### [REQUIRED WORK]
Below are the records; collect from them each line containing the string "direction".

### [TASK MATERIAL]
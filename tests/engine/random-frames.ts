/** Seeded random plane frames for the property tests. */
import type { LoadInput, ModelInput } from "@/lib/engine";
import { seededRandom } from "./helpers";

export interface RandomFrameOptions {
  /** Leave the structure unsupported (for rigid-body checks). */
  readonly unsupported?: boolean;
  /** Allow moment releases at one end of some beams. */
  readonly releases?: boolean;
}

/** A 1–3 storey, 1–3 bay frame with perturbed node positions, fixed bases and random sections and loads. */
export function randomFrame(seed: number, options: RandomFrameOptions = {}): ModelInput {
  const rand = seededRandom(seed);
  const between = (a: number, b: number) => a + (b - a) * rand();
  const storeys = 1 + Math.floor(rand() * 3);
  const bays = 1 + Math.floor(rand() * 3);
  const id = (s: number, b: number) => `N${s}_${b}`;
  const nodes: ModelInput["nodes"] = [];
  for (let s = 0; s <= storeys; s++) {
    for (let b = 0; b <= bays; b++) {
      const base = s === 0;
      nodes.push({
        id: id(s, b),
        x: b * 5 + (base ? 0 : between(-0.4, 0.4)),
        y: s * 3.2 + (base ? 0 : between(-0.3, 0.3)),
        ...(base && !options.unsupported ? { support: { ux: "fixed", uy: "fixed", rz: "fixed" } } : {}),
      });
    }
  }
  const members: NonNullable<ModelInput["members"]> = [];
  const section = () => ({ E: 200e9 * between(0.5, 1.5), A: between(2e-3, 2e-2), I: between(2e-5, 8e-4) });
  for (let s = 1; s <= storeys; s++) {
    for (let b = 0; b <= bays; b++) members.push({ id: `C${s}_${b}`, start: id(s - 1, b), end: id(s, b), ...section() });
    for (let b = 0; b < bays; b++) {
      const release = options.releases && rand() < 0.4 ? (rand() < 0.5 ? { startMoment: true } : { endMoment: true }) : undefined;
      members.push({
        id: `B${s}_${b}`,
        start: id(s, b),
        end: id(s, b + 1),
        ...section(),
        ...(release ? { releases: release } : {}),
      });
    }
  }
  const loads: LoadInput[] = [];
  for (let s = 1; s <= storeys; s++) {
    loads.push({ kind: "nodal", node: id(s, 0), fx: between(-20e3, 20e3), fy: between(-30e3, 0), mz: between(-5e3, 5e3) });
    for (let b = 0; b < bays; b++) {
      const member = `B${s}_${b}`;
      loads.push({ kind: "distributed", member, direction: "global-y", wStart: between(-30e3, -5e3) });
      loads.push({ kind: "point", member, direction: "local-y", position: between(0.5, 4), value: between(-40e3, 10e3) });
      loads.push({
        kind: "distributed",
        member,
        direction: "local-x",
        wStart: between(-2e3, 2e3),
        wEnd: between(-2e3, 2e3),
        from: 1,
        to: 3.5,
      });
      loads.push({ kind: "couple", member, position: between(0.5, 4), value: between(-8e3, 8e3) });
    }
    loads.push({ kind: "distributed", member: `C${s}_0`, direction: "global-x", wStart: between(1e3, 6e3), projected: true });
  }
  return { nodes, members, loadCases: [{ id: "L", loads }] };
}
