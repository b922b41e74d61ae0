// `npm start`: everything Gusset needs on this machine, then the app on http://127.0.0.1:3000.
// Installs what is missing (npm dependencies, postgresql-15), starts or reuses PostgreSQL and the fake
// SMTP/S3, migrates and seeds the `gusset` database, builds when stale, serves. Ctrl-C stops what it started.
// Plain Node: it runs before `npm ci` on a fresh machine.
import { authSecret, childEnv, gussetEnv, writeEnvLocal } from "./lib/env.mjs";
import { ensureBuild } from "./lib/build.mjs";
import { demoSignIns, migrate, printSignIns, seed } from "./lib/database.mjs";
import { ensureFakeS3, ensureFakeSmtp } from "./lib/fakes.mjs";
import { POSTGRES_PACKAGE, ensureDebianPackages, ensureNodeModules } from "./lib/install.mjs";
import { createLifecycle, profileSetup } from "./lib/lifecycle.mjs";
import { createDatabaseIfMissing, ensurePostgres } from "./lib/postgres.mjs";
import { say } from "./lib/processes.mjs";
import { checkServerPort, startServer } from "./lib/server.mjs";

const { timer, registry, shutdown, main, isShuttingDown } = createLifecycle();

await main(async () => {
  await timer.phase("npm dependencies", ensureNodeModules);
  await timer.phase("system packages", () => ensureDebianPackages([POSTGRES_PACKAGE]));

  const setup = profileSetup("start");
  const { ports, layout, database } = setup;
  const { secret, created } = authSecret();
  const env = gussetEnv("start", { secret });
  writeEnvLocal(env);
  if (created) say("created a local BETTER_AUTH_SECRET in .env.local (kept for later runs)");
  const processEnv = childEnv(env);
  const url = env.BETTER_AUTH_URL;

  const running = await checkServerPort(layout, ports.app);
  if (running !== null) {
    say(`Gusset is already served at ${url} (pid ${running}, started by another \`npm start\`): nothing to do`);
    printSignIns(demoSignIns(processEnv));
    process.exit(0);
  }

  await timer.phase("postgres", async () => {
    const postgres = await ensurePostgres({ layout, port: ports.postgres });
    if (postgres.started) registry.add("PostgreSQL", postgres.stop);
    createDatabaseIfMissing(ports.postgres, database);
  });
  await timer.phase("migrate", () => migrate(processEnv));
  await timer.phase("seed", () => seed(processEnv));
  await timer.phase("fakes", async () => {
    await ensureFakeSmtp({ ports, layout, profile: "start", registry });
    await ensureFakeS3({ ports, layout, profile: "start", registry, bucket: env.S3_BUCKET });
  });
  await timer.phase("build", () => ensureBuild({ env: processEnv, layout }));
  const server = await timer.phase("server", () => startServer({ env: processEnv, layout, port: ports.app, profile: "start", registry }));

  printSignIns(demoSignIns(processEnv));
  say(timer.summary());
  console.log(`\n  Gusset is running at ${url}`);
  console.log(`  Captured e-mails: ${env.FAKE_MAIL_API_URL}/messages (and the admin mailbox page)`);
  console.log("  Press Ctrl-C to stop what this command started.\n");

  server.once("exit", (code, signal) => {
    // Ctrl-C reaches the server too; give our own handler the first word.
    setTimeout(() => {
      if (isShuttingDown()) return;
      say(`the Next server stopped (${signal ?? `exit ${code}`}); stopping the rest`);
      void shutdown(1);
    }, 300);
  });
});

### [TASK OUTPUT]
      loads.push({ kind: "distributed", member, direction: "global-y", wStart: between(-30e3, -5e3) });
      loads.push({ kind: "point", member, direction: "local-y", position: between(0.5, 4), value: between(-40e3, 10e3) });
        direction: "local-x",
    loads.push({ kind: "distributed", member: `C${s}_0`, direction: "global-x", wStart: between(1e3, 6e3), projected: true });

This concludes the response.